Dragonlance author Margaret Weis and her husband Don Perrin autograph books, cards and other items at the Sovereign Press booth in the Dragon*Con Exhibitors Hall. This year’s visit to Dragon*Con was Weis’s first in four years.

Marc Gunn (l) and Andrew McKee of the Brobdingnagian Bards serenade visitors to the Dragon*Con Art show.

This year’s Dragon*Con Art Show in the Atlanta Marriott Marquis featured musical performances by Emerald Rose and Kimberly S. Finney of Persephone’s Dream, shown here at the keyboard of her synthesizer.

How do you make a Stormtrooper really, really happy? Ask him to take Farscape beauty and Dragon*Con 2002 Masquerade judge Virginia Hey on for a ride. Members of the 501st Online Startroopers Legion also provided an onstage lift to Chris Demetral of The Secret Adventures of Jules Verne and worked hard to intimidate masters of ceremonies Mike Nelson and Ken Murphy of Mystery Science Theater 3000. They might not have succeeded at intimidation, but the competition marched through its paces in record time.

Say Cheese — While Masquerade judges prepped for their big entrance, the future Best in Show Winners, This Is Halloween from The Nightmare Before Christmas, posed for official and unofficial photographers in the backstage area of the Atlanta Hyatt Regency Hotel’s Centennial Ballroom. For the record, no cameras were harmed in making of this picture.

Sparkler — Tracy Carter took home the 2002 Masquerade Award for Best Movie Costume for her interpretation of Satine in Moulin Rouge.

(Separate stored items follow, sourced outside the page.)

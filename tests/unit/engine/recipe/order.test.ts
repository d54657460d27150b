import { describe, expect, it } from 'vitest';
import { mustPlan, planRecipe } from '../../../../server/engine/recipe/plan.ts';
import { movingValues, uniform } from '../checks/survey-factory.ts';
import { archiveId, recipeOf, source, type Loose } from './recipe-factory.ts';

/** A run to t = 9, restarted from a checkpoint at t = 5.5 and run on to 14.5. */
const restarted = [...uniform(10, 1), ...uniform(10, 1, 5.5)];

const kept = (stamps: number[], parameters: object = {}, more: Parameters<typeof source>[2] = {}) =>
  mustPlan(recipeOf([{ step: 'order', ...parameters } as Loose]), [source(1, stamps, more)]).columns.map((column) => column.index);
const problem = (stamps: number[], parameters: object) => planRecipe(recipeOf([{ step: 'order', ...parameters } as Loose]), [source(1, stamps)]).problems[0]?.message;

describe('order', () => {
  it('lets the later segment win where a restart overlaps', () => {
    expect(kept(restarted)).toEqual([0, 1, 2, 3, 4, 5, ...uniform(10, 1, 10)]);
  });

  it('lets the earlier segment win when told to', () => {
    // The later segment is taken from t = 9.5 on, the first stamp beyond 9.
    expect(kept(restarted, { restart: 'keep-earlier' })).toEqual([...uniform(10, 1), ...uniform(6, 1, 14)]);
  });

  it('keeps the earlier segment of two restarts in a row', () => {
    const twice = [...uniform(8, 1), ...uniform(8, 1, 4.5), ...uniform(8, 1, 9.25)];
    const stamps = kept(twice, { restart: 'keep-earlier' }).map((j) => twice[j]);
    expect(stamps).toEqual([0, 1, 2, 3, 4, 5, 6, 7, 7.5, 8.5, 9.5, 10.5, 11.5, 12.25, 13.25, 14.25, 15.25, 16.25]);
  });

  it('refuses a restart when no segment is to be preferred', () => {
    expect(problem(restarted, { restart: 'refuse' })).toMatch(/run 1 was restarted: at snapshot 10 time goes back from 9 to 5.5/);
  });

  it('drops repeated stamps but for the first', () => {
    expect(kept([0, 1, 1, 2, 2, 2, 3])).toEqual([0, 1, 3, 6]);
    expect(problem([0, 1, 1, 2], { dropDuplicates: false })).toMatch(/time stamp 1 twice/);
  });

  it('drops stamps that repeat to rounding only, as the check of duplicates sees them', () => {
    const third = 1 / 3;
    expect(kept([0, third, third + 2 ** -53, 2 / 3, 1])).toEqual([0, 1, 3, 4]);
  });

  it('sorts what was merely swapped, and refuses to when told so', () => {
    const swapped = [0, 1, 2, 4, 3, 5, 6, 7, 8, 9];
    expect(kept(swapped)).toEqual([0, 1, 2, 4, 3, 5, 6, 7, 8, 9]);
    expect(problem(swapped, { sort: false })).toMatch(/not in order of time at snapshot 4/);
  });

  it('drops listed snapshots first, by their number in the archive', () => {
    expect(kept([0, 1, 99, 2, 3], { drop: [{ archive: archiveId(1), indices: [2] }] })).toEqual([0, 1, 3, 4]);
    expect(problem([0, 1, 2], { drop: [{ archive: archiveId(1), indices: [3] }] })).toMatch(/Snapshot 3 of run run 1.*only 3, numbered from 0/);
  });

  it('drops frozen copies only where every selected field stands still', () => {
    const moving = movingValues(6), half = movingValues(6);
    half[3] = half[2];
    half[4] = half[2];
    const fields = [{ name: 'u', values: half }, { name: 'p', values: moving }];
    expect(kept(uniform(6), { dropFrozen: true }, { fields })).toEqual([0, 1, 2, 5]);
    const plan = mustPlan(recipeOf([{ step: 'order', dropFrozen: true }], 1, ['u', 'p']), [source(1, uniform(6), { fields })]);
    expect(plan.columns).toHaveLength(6);
    expect(kept(uniform(6), {}, { fields })).toHaveLength(6);
  });

  it('refuses a stamp that is not a number, and takes it when it is dropped', () => {
    expect(problem([0, 1, NaN, 3], {})).toMatch(/no time stamp at snapshot 2/);
    expect(kept([0, 1, NaN, 3], { drop: [{ archive: archiveId(1), indices: [2] }] })).toEqual([0, 1, 3]);
  });

  it('leaves an ensemble as it is but for what is listed', () => {
    expect(mustPlan(recipeOf([{ step: 'order', drop: [{ archive: archiveId(1), indices: [0] }] }]), [source(1, null, { time: { kind: 'ensemble' } })]).columns.map((column) => column.index)).toEqual([1, 2, 3, 4, 5]);
  });

  it('says that nothing is left when all is dropped', () => {
    expect(problem([0, 1], { drop: [{ archive: archiveId(1), indices: [0, 1] }] })).toMatch(/No snapshot is left/);
  });
});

Comfy Shoes — Voyaging through the Uncharted Territories can be murder on a living plant’s feet. Fortunately for the winners of the Dragon*Con 2002 Award for Best Farscape Costumes, Delvian theology does not require its priestesses to sell their rubber soles.

Left Bank Meets Left Coast — Rock legends Jefferson Starship came to Dragon*Con 2002 to party. When they took to the Centennial Ballroom stage a little over an hour after the Masquerade, they invited folks still in costume — including a can-can line composed of longtime Dragon*Con volunteers — to join them. Bare feet and beads proved optional.

Moving Heaven and Earth — (L. to r.) Diana Mangano, Marty Balin and Slick Aguilar evoke times past and the sense of fantasy that earned the Jefferson Starship the unique honor of being the only band nominated for science fiction’s prestigious Hugo Award.

To end the set, Aguilar arranged for the two real Atlanta cops to “bust” him and lead him off-stage. It felt like old times but without the old consequences. Afterwards, police officers, band members and the con’s celebrity guests relaxed backstage. In general, the police seemed to find Dragon*Con and its attendees much more congenial than in years past. At Dragon*Con 2002, officers directed foot traffic moving between the Hyatt Regency and the Marriott Marquis, instead of forcing pedestrians to take long detours. Officers on motorcycles also provided an official escort for the parade and Mistress of Ceremonies Nichelle Nichols.